Description of the task
Wherever a line in the records contains the word "protectiveEquipment", return that line.

(Saved data entries)
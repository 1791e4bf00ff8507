import { assess, BRIEFING_TOPICS } from '@/hazard';
import type { CloseOut, Proof, VoltageReading, WorksheetContent } from '@/hazard';

/**
 * Worksheets that answer every question soundly, one for each path, for tests
 * to spoil one answer at a time. All people, places and figures are invented.
 */
export interface SoundWorksheet {
  on: string;
  content: WorksheetContent;
  proof: Proof;
  closeOut: CloseOut;
}

const on = '2026-12-01T09:00:00-06:00';

const content: WorksheetContent = {
  job: {
    siteId: '0190b5a4-0000-7000-8000-0000000000a1',
    area: 'Level 1 hall',
    equipment: 'Pendant luminaires, row A',
    task: 'replace luminaire',
    description: 'Replace two pendants.',
    workOrder: 'W-77',
    startsAt: '2026-12-01T08:00:00-06:00',
    endsAt: '2026-12-01T12:00:00-06:00',
    occupied: false,
    pointsOfWork: 2,
    special: ['none of these'],
    crossesShift: false,
    lamps: 'other',
  },
  supply: {
    system: '208Y/120',
    circuitVolts: 120,
    exposure: 'one circuit',
    movableConductors: false,
    panel: 'LA-1',
    circuit: '7',
    watts: 600,
    readings: {
      phaseToPhase: [208, 207, 209],
      phaseToNeutral: [120, 121, 120],
    },
    conductorColors: ['black', 'white'],
    neutralShared: 'no',
    switching: ['two or more places'],
    tripped: 'no',
    damage: false,
  },
  egressSupply: ['generator'],
  egressReaches: 'this equipment',
  egress: {
    toldTo: 'Building desk',
    interim: 'Hall closed, temporary lights at both doors',
  },
  sources: [
    {
      id: 's1',
      kind: 'normal',
      from: 'LA-1 ckt 7',
      openedAt: 'breaker',
      allPhasesOpened: true,
      upstreamOfTransfer: false,
      held: 'lock and tag',
      lockNumber: '12',
      lockedBy: ['c1'],
      byCrewId: 'c1',
    },
    {
      id: 's2',
      kind: 'generator',
      from: 'LA-1 ckt 7, load side of the transfer switch',
      sameConductorsAs: 's1',
      openedAt: 'breaker',
      allPhasesOpened: true,
      upstreamOfTransfer: false,
      held: 'lock and tag',
      lockNumber: '12',
      lockedBy: ['c1'],
      byCrewId: 'c1',
    },
    {
      id: 's3',
      kind: 'traveler',
      from: 'switch at door 2',
      sameConductorsAs: 's1',
      openedAt: 'breaker',
      allPhasesOpened: true,
      held: 'lock and tag',
      lockNumber: '12',
      lockedBy: ['c1'],
      byCrewId: 'c1',
    },
  ],
  decision: {
    mode: 'off',
  },
  absenceTest: {
    instrument: 'contact',
    category: 'III',
    ratedVolts: 600,
    leadsInspected: true,
    byCrewId: 'c1',
  },
  arcFlash: {
    equipment: 'luminaire',
    normal: {
      installed: true,
      maintained: true,
      ratedForFault: true,
      usedAsListed: true,
      doorsClosed: true,
      coversOn: true,
      noSignOfFailure: true,
    },
    workingDistanceInches: 18,
    noLabel: true,
    availableFaultKiloamperes: 8,
    clearingSeconds: 0.02,
    clothingRatingCalPerCm2: 8,
  },
  protectiveEquipment: {
    gloves: {
      gloveClass: '00',
      lastTestedOn: '2026-09-01',
      issuedOn: '2026-08-01',
      airTested: true,
      leatherProtectors: true,
    },
    ready: [
      'rubber-insulating-gloves',
      'leather-protectors',
      'insulated-probes',
      'safety-glasses',
      'nonconductive-hard-hat',
      'nonmelting-clothing',
      'arc-rated-shirt-and-trousers',
      'hearing-protection',
      'leather-footwear',
      'arc-rated-face-shield-or-hood',
      'contact-tester',
      'known-source',
      'clamp-ammeter',
      'lock-and-tag',
      'written-lockout-procedure',
      'nonconductive-ladder',
      'work-light',
    ],
  },
  surroundings: {
    groundedSurfaces: [
      {
        kind: 'duct',
        inReach: true,
        covered: false,
        keptClear: true,
      },
    ],
    access: 'stepladder',
    ladder: {
      material: 'fiberglass',
      sizeFeet: 6,
      standingLevelFeet: 4,
      placed: true,
    },
    ceilingHeightFeet: 9,
    ceiling: 'no suspect material',
    lightAdequate: true,
    wet: false,
    conductiveArticlesRemoved: true,
    peopleMayApproach: false,
    outdoors: false,
  },
  crew: [
    {
      id: 'c1',
      userId: '0190b5a4-0000-7000-8000-0000000000b1',
      name: 'Lead',
      lead: true,
      qualified: true,
      qualifiedThrough: '2028-01-01',
      closest: 'restricted',
      arcRated: true,
      rescueTrained: true,
      worksOnCircuit: true,
    },
    {
      id: 'c2',
      userId: '0190b5a4-0000-7000-8000-0000000000b2',
      name: 'Helper',
      lead: false,
      qualified: false,
      closest: 'outside all boundaries',
      worksOnCircuit: false,
    },
  ],
  briefing: {
    topics: [],
    emergency: {
      contact: '911',
      rescue: 'Open LA-1 main',
      firstAid: 'Lead',
      aedAt: 'Reception',
    },
  },
};

/** Every unordered pair of the conductors at every point, each read at 0 V. */
export function zeroReadings(
  points: string[],
  conductors: NonNullable<VoltageReading['from']>[],
  at = '2026-12-01T08:50:00-06:00',
): VoltageReading[] {
  return points.flatMap((point) =>
    conductors.flatMap((from, index) =>
      conductors
        .slice(index + 1)
        .map((to): VoltageReading => ({ point, from, to, volts: 0, current: 'ac', at })),
    ),
  );
}

const proof: Proof = {
  openedSources: ['s1', 's2', 's3'],
  controlsOperated: true,
  provedBefore: true,
  provedAfter: true,
  otherLiveParts: 'guarded',
  storedEnergy: 'discharged',
  readings: zeroReadings(['A1', 'A2'], ['B', 'N', 'G']),
};

const closeOut: CloseOut = {
  toolsClear: true,
  peopleWarned: true,
  peopleClear: true,
  restored: true,
  coversOn: true,
  locksRemoved: true,
  egressTestedSeconds: 0,
  egressLit: true,
};

/**
 * `root` with the value at a JSON Pointer replaced. `undefined`
 * takes the key (or the list's member) out; missing parents are made.
 */
export function withPath<T>(root: T, pointer: string, value: unknown): T {
  return replaced(
    root,
    pointer.split('/').filter((key) => key !== ''),
    value,
  ) as T;
}

/** Copies along the way only: the rest is shared, and nothing here changes what it is given. */
function replaced(node: unknown, keys: string[], value: unknown): unknown {
  const [key, ...rest] = keys;
  if (key === undefined) return value;
  const copy: unknown = Array.isArray(node)
    ? [...(node as unknown[])]
    : typeof node === 'object' && node !== null
      ? { ...node }
      : {};
  const parent = copy as Record<string, unknown>;
  if (rest.length > 0) parent[key] = replaced(parent[key], rest, value);
  else if (value !== undefined) parent[key] = value;
  else if (Array.isArray(copy)) copy.splice(Number(key), 1);
  else delete parent[key];
  return copy;
}

/** The content with every required item at hand. */
export function withEverythingAtHand(
  given: WorksheetContent,
  options: Parameters<typeof assess>[1],
): WorksheetContent {
  const ready = assess(given, options).equipment.map((item) => item.id);
  return withPath(given, '/protectiveEquipment/ready', ready);
}

/** What is at hand is typed out, not asked of `assess`: a sound worksheet is made before any test runs. */
function built(edits: Record<string, unknown>): SoundWorksheet {
  let edited = withPath(structuredClone(content), '/briefing/topics', [...BRIEFING_TOPICS]);
  for (const [pointer, value] of Object.entries(edits)) edited = withPath(edited, pointer, value);
  return {
    on,
    content: edited,
    proof: structuredClone(proof),
    closeOut: structuredClone(closeOut),
  };
}

/** What both energized paths ask for at the sound worksheet's circuit. */
const AT_HAND_LIVE = [
  'rubber-insulating-gloves',
  'leather-protectors',
  'insulated-tools',
  'safety-glasses',
  'nonconductive-hard-hat',
  'nonmelting-clothing',
  'arc-rated-shirt-and-trousers',
  'hearing-protection',
  'leather-footwear',
  'arc-rated-face-shield-or-hood',
  'nonconductive-ladder',
];

/** Two pendants replaced with the circuit off: `ready` at every stage. */
export function soundWorksheet(): SoundWorksheet {
  return built({});
}

/** The same circuit tested while it is live. */
export function soundTestingWorksheet(): SoundWorksheet {
  return built({
    '/job/task': 'test or troubleshoot',
    '/job/description': 'Find out why row A stays dark.',
    '/decision': {
      mode: 'energized',
      reason: 'testing',
      explanation: 'The voltage can only be read while the circuit is live.',
    },
    '/arcFlash/task': 'voltage test',
    '/crew/1/rescueTrained': true,
    '/protectiveEquipment/ready': [...AT_HAND_LIVE, 'contact-tester', 'known-source'],
  });
}

/** A driver replaced with the circuit live, because an outage stops ventilation. */
export function soundEnergizedWorksheet(): SoundWorksheet {
  return built({
    '/job/task': 'replace driver or ballast',
    '/job/description': 'Replace one driver.',
    '/decision': {
      mode: 'energized',
      reason: 'additional hazard',
      explanation: 'The same circuit feeds the fans of the solvent store.',
      hazard: 'ventilation',
      outageRefusedBy: 'Building engineer',
      permit: {
        number: 'EP-3',
        approvedBy: 'Plant manager',
        validUntil: '2026-12-01T12:00:00-06:00',
      },
    },
    '/arcFlash/task': 'energized work',
    '/surroundings/groundedSurfaces/0/covered': true,
    '/crew/1/rescueTrained': true,
    '/protectiveEquipment/ready': [...AT_HAND_LIVE, 'insulating-covers'],
  });
}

Solution to the problem
  protectiveEquipment: {
  return withPath(given, '/protectiveEquipment/ready', ready);
    '/protectiveEquipment/ready': [...AT_HAND_LIVE, 'contact-tester', 'known-source'],
    '/protectiveEquipment/ready': [...AT_HAND_LIVE, 'insulating-covers'],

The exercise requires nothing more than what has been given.